*** Opening of Material for this exercise ***

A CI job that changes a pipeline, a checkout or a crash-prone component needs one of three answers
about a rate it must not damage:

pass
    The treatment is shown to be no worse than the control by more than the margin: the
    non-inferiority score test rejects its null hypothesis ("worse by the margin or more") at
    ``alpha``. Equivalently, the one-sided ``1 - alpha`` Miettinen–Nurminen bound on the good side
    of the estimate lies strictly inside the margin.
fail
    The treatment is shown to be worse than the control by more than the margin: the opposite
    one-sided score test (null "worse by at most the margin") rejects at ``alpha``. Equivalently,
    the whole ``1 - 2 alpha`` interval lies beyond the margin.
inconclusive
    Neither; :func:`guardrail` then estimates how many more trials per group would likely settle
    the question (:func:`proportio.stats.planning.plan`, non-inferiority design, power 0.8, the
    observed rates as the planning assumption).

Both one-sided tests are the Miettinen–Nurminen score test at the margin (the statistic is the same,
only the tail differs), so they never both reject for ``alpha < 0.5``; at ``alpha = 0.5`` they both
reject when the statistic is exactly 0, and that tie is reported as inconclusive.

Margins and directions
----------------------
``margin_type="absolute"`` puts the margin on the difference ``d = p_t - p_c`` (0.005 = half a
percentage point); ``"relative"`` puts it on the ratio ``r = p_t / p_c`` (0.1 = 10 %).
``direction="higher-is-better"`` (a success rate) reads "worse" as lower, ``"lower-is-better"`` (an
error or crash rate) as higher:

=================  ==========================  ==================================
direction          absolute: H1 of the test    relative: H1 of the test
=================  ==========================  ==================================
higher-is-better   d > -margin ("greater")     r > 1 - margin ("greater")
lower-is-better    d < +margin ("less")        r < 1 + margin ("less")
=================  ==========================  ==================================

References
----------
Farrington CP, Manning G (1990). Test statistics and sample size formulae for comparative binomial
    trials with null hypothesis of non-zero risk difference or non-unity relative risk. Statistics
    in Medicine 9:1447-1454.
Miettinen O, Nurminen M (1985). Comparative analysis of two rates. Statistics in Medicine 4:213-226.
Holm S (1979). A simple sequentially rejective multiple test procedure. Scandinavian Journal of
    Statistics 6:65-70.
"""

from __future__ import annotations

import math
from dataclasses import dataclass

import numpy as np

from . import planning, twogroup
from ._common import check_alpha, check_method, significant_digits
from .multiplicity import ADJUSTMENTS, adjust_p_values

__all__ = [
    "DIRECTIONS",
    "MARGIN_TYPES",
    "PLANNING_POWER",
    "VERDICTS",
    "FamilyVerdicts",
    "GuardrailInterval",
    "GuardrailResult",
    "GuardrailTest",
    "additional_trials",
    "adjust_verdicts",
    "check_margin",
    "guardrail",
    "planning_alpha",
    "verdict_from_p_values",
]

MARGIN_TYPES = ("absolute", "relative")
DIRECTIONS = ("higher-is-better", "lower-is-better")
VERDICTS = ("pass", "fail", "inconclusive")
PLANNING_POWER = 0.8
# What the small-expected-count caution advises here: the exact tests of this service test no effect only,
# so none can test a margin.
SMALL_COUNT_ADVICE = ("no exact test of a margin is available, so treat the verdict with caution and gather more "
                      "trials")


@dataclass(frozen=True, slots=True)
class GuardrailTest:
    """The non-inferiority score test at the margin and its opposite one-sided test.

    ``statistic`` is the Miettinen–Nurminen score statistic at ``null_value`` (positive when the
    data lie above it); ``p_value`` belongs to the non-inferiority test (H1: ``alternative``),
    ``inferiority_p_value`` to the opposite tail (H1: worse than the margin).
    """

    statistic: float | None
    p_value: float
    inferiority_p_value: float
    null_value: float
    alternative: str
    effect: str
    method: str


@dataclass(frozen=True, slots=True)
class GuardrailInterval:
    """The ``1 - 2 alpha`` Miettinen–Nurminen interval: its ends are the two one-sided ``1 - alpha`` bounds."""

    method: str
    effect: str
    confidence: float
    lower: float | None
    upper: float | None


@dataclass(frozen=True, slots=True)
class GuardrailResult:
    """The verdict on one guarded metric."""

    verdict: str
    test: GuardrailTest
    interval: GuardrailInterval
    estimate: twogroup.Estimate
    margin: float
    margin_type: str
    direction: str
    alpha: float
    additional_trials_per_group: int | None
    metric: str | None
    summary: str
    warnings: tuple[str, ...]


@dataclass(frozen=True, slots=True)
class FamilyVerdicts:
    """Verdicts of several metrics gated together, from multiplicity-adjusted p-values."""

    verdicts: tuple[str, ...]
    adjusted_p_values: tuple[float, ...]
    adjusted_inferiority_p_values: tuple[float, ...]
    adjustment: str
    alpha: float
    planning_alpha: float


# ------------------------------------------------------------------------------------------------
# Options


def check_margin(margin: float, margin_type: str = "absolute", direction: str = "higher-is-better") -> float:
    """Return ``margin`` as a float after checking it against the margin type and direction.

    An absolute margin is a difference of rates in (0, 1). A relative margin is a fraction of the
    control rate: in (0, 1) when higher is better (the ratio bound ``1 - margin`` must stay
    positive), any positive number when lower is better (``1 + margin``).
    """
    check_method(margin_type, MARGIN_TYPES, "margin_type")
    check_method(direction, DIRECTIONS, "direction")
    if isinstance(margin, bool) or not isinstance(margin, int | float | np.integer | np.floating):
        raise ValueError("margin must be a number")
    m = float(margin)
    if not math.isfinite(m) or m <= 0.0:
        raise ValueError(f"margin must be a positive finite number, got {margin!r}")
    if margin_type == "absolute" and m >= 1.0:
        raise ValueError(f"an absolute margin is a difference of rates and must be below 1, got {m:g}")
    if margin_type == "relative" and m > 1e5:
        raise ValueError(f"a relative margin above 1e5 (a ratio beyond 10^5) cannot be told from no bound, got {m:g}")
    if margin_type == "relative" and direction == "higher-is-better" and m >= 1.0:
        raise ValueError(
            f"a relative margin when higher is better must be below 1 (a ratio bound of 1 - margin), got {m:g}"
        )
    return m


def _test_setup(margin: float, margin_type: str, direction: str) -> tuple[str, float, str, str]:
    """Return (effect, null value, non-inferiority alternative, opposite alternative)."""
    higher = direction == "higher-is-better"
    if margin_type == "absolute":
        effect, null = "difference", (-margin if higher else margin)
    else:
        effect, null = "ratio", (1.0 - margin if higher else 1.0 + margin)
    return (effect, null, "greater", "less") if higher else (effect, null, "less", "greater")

*** Close of Material for this exercise ***

Aim of the task »
What you hand back must match the records above exactly.

Problem solution »
A CI job that changes a pipeline, a checkout or a crash-prone component needs one of three answers
about a rate it must not damage:

pass
    The treatment is shown to be no worse than the control by more than the margin: the
    non-inferiority score test rejects its null hypothesis ("worse by the margin or more") at
    ``alpha``. Equivalently, the one-sided ``1 - alpha`` Miettinen–Nurminen bound on the good side
    of the estimate lies strictly inside the margin.
fail
    The treatment is shown to be worse than the control by more than the margin: the opposite
    one-sided score test (null "worse by at most the margin") rejects at ``alpha``. Equivalently,
    the whole ``1 - 2 alpha`` interval lies beyond the margin.
inconclusive
    Neither; :func:`guardrail` then estimates how many more trials per group would likely settle
    the question (:func:`proportio.stats.planning.plan`, non-inferiority design, power 0.8, the
    observed rates as the planning assumption).

Both one-sided tests are the Miettinen–Nurminen score test at the margin (the statistic is the same,
only the tail differs), so they never both reject for ``alpha < 0.5``; at ``alpha = 0.5`` they both
reject when the statistic is exactly 0, and that tie is reported as inconclusive.

Margins and directions
----------------------
``margin_type="absolute"`` puts the margin on the difference ``d = p_t - p_c`` (0.005 = half a
percentage point); ``"relative"`` puts it on the ratio ``r = p_t / p_c`` (0.1 = 10 %).
``direction="higher-is-better"`` (a success rate) reads "worse" as lower, ``"lower-is-better"`` (an
error or crash rate) as higher:

=================  ==========================  ==================================
direction          absolute: H1 of the test    relative: H1 of the test
=================  ==========================  ==================================
higher-is-better   d > -margin ("greater")     r > 1 - margin ("greater")
lower-is-better    d < +margin ("less")        r < 1 + margin ("less")
=================  ==========================  ==================================

References
----------
Farrington CP, Manning G (1990). Test statistics and sample size formulae for comparative binomial
    trials with null hypothesis of non-zero risk difference or non-unity relative risk. Statistics
    in Medicine 9:1447-1454.
Miettinen O, Nurminen M (1985). Comparative analysis of two rates. Statistics in Medicine 4:213-226.
Holm S (1979). A simple sequentially rejective multiple test procedure. Scandinavian Journal of
    Statistics 6:65-70.
"""

from __future__ import annotations

import math
from dataclasses import dataclass

import numpy as np

from . import planning, twogroup
from ._common import check_alpha, check_method, significant_digits
from .multiplicity import ADJUSTMENTS, adjust_p_values

__all__ = [
    "DIRECTIONS",
    "MARGIN_TYPES",
    "PLANNING_POWER",
    "VERDICTS",
    "FamilyVerdicts",
    "GuardrailInterval",
    "GuardrailResult",
    "GuardrailTest",
    "additional_trials",
    "adjust_verdicts",
    "check_margin",
    "guardrail",
    "planning_alpha",
    "verdict_from_p_values",
]

MARGIN_TYPES = ("absolute", "relative")
DIRECTIONS = ("higher-is-better", "lower-is-better")
VERDICTS = ("pass", "fail", "inconclusive")
PLANNING_POWER = 0.8
# What the small-expected-count caution advises here: the exact tests of this service test no effect only,
# so none can test a margin.
SMALL_COUNT_ADVICE = ("no exact test of a margin is available, so treat the verdict with caution and gather more "
                      "trials")


@dataclass(frozen=True, slots=True)
class GuardrailTest:
    """The non-inferiority score test at the margin and its opposite one-sided test.

    ``statistic`` is the Miettinen–Nurminen score statistic at ``null_value`` (positive when the
    data lie above it); ``p_value`` belongs to the non-inferiority test (H1: ``alternative``),
    ``inferiority_p_value`` to the opposite tail (H1: worse than the margin).
    """

    statistic: float | None
    p_value: float
    inferiority_p_value: float
    null_value: float
    alternative: str
    effect: str
    method: str


@dataclass(frozen=True, slots=True)
class GuardrailInterval:
    """The ``1 - 2 alpha`` Miettinen–Nurminen interval: its ends are the two one-sided ``1 - alpha`` bounds."""

    method: str
    effect: str
    confidence: float
    lower: float | None
    upper: float | None


@dataclass(frozen=True, slots=True)
class GuardrailResult:
    """The verdict on one guarded metric."""

    verdict: str
    test: GuardrailTest
    interval: GuardrailInterval
    estimate: twogroup.Estimate
    margin: float
    margin_type: str
    direction: str
    alpha: float
    additional_trials_per_group: int | None
    metric: str | None
    summary: str
    warnings: tuple[str, ...]


@dataclass(frozen=True, slots=True)
class FamilyVerdicts:
    """Verdicts of several metrics gated together, from multiplicity-adjusted p-values."""

    verdicts: tuple[str, ...]
    adjusted_p_values: tuple[float, ...]
    adjusted_inferiority_p_values: tuple[float, ...]
    adjustment: str
    alpha: float
    planning_alpha: float


# ------------------------------------------------------------------------------------------------
# Options


def check_margin(margin: float, margin_type: str = "absolute", direction: str = "higher-is-better") -> float:
    """Return ``margin`` as a float after checking it against the margin type and direction.

    An absolute margin is a difference of rates in (0, 1). A relative margin is a fraction of the
    control rate: in (0, 1) when higher is better (the ratio bound ``1 - margin`` must stay
    positive), any positive number when lower is better (``1 + margin``).
    """
    check_method(margin_type, MARGIN_TYPES, "margin_type")
    check_method(direction, DIRECTIONS, "direction")
    if isinstance(margin, bool) or not isinstance(margin, int | float | np.integer | np.floating):
        raise ValueError("margin must be a number")
    m = float(margin)
    if not math.isfinite(m) or m <= 0.0:
        raise ValueError(f"margin must be a positive finite number, got {margin!r}")
    if margin_type == "absolute" and m >= 1.0:
        raise ValueError(f"an absolute margin is a difference of rates and must be below 1, got {m:g}")
    if margin_type == "relative" and m > 1e5:
        raise ValueError(f"a relative margin above 1e5 (a ratio beyond 10^5) cannot be told from no bound, got {m:g}")
    if margin_type == "relative" and direction == "higher-is-better" and m >= 1.0:
        raise ValueError(
            f"a relative margin when higher is better must be below 1 (a ratio bound of 1 - margin), got {m:g}"
        )
    return m


def _test_setup(margin: float, margin_type: str, direction: str) -> tuple[str, float, str, str]:
    """Return (effect, null value, non-inferiority alternative, opposite alternative)."""
    higher = direction == "higher-is-better"
    if margin_type == "absolute":
        effect, null = "difference", (-margin if higher else margin)
    else:
        effect, null = "ratio", (1.0 - margin if higher else 1.0 + margin)
    return (effect, null, "greater", "less") if higher else (effect, null, "less", "greater")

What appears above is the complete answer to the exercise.